Got it. Just a quick follow-up, I'm curious about your multi-year guidance growth rate and the emphasis on wanting to be at the high end. Outside of the transmission segment, what does that imply for the earned return on equity for the rest of the regulated businesses?
Michael, as Nick mentioned, we aim to be in the upper half of the guidance range, though reaching the upper end would be ideal. Just to clarify, we've been maintaining around a 9% ROE return level, which is a safe assumption for the near future until we gain more traction. Returning to your initial question, regarding the equalizer chart, we often receive inquiries about AEP taxes and their relation to authorized levels.
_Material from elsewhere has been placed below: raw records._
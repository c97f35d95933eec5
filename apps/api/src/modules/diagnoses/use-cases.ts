import type { DiagnosisDetail, Flag, InputOf, listDiagnoses } from "@emberladder/contract";
import { inTransaction } from "@emberladder/db";

import type { Actor } from "#http/actor.ts";
import { ApiError, found } from "#http/api-error.ts";
import type { RequestContext } from "#http/route.ts";
import { writeAudit } from "#modules/audit/repository.ts";
import { findCompany } from "#modules/auth/repository.ts";
import { endOfDay, startOfDay } from "#modules/calls/day-range.ts";
import { enqueueJob } from "#modules/jobs/repository.ts";
import { listEventsOf, listNotesOf, readStoredEvent } from "#modules/sync/repository.ts";
import { eraseNoteText, findNote, listNames } from "./notes/repository.ts";
import { presentSummary } from "./present-diagnosis.ts";
import { presentNotes } from "./present-notes.ts";
import { endWaiting, findHead, listFlagsOf } from "./repository.ts";
import { verifyStoredRecord } from "./verify-stored-record.ts";
import { findSummary, listSummaries } from "./summaries/repository.ts";

type Context = RequestContext<Actor>;

/** One page of diagnoses for review. Days are days of the company's time zone. */
export async function listForReview(
  { database, actor }: Context,
  query: InputOf<typeof listDiagnoses>["query"],
) {
  const { companyId } = actor;
  const { timeZone } = found(await findCompany(database, companyId));
  const { page, pageSize, from, to, ...filter } = query;
  const { rows, total } = await listSummaries(
    database,
    {
      companyId,
      ...filter,
      from: from === undefined ? undefined : startOfDay(from, timeZone),
      to: to === undefined ? undefined : endOfDay(to, timeZone),
    },
    page,
    pageSize,
  );
  return { items: rows.map(presentSummary), total, page, pageSize };
}

/** One diagnosis with its whole record and whether it is as it was received. @throws ApiError `not-found`. */
export async function readDiagnosisDetail(
  { database, actor }: Context,
  diagnosisId: string,
): Promise<DiagnosisDetail> {
  const { companyId } = actor;
  const summary = found(await findSummary(database, companyId, diagnosisId));
  const [head, eventRows, noteRows, flagRows] = await Promise.all([
    findHead(database, companyId, diagnosisId),
    listEventsOf(database, diagnosisId),
    listNotesOf(database, companyId, [diagnosisId]),
    listFlagsOf(database, companyId, diagnosisId),
  ]);
  const events = eventRows.map(readStoredEvent);
  const breaks = verifyStoredRecord(eventRows, found(head));
  const names = await listNames(
    database,
    events.map(({ actorId }) => actorId),
  );
  return {
    ...presentSummary(summary),
    events,
    notes: await presentNotes(database, noteRows),
    flagList: flagRows.map(presentFlag),
    people: [...names].map(([id, name]) => ({ id, name })),
    verification: { intact: breaks.length === 0, breaks },
  };
}

function presentFlag({
  eventId,
  rule,
  params,
}: {
  eventId: string;
  rule: string;
  params: string | null;
}): Flag {
  return {
    eventId,
    rule,
    ...(params === null ? {} : { params: JSON.parse(params) as NonNullable<Flag["params"]> }),
  };
}

/** Lets the report of a flagged closing go out. @throws ApiError `not-found`, `wrong-state`. */
export async function releaseReport(context: Context, diagnosisId: string, comment: string) {
  const { database, actor, now, newId } = context;
  found(await findSummary(database, actor.companyId, diagnosisId));
  await inTransaction(database, async (tx) => {
    if (!(await endWaiting(tx, actor.companyId, diagnosisId)))
      throw new ApiError("wrong-state", { detail: "This diagnosis does not wait for anybody." });
    await enqueueJob(tx, {
      id: newId(),
      companyId: actor.companyId,
      kind: "report.render",
      payload: { diagnosisId },
      now,
    });
    await writeAudit(tx, context, {
      action: "diagnosis.released",
      companyId: actor.companyId,
      actorId: actor.personId,
      subjectId: diagnosisId,
      details: { comment },
    });
  });
  return presentSummary(found(await findSummary(database, actor.companyId, diagnosisId)));
}

/** Erases a free text with a reason. @throws ApiError `not-found`, `wrong-state`. */
export async function eraseNoteOf(
  context: Context,
  { diagnosisId, hash }: { diagnosisId: string; hash: string },
  reason: string,
) {
  const { database, actor, now } = context;
  const note = found(await findNote(database, actor.companyId, diagnosisId, hash));
  await inTransaction(database, async (tx) => {
    const erasure = { erasedAt: now, erasedBy: actor.personId, eraseReason: reason };
    if (!(await eraseNoteText(tx, note.id, erasure)))
      throw new ApiError("wrong-state", { detail: "This text was erased before." });
    await writeAudit(tx, context, {
      action: "note.erased",
      companyId: actor.companyId,
      actorId: actor.personId,
      subjectId: diagnosisId,
      details: { hash },
    });
  });
  const [presented] = await presentNotes(database, [
    found(await findNote(database, actor.companyId, diagnosisId, hash)),
  ]);
  return found(presented);
}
In terms of growth and business management, AEP Texas continues to see significant annual capital investments. We have effective rate recovery mechanisms in place, and while the ROE may seem slightly lower compared to the authorized level, the company is still delivering earnings growth within the 8% to 10% range. This supports our goal of achieving the upper half of the guidance range. Overall, you can expect our system-wide average ROE to be around 9% and gradually improving over time. Additionally, AEP Texas remains focused on intentional capital investments to benefit customers and grow the business, resulting in dividends of 8% to 10% EPS growth.
We haven't addressed the increase in equity layers, which shows improvement, and we are still investing to stay within the 5% to 7% range, aiming for the upper half. We're managing the funds from operations to debt towards the mid-teens. All of these elements are coming together, and we are optimizing our execution to continue meeting our earnings goals while investing in the right areas to address the regulatory lag.
Got it. Thank you, guys. Much appreciated. Congrats to have Kentucky.
Yeah. Sure thing.
Thanks.
Thank you for joining us on today's call. As always, the IR team will be available to answer any additional questions you may have. Allen, would you please give the replay information?
Operator
Absolutely. Ladies and gentlemen, this conference will be made available for replay beginning at 05:30 PM today, October 28th, 2021, and lasting until November 4th, 2021, at midnight. That will conclude your conference call for today. Thank you for your participation and for using AT&T Executive Teleconference Service. You may now disconnect.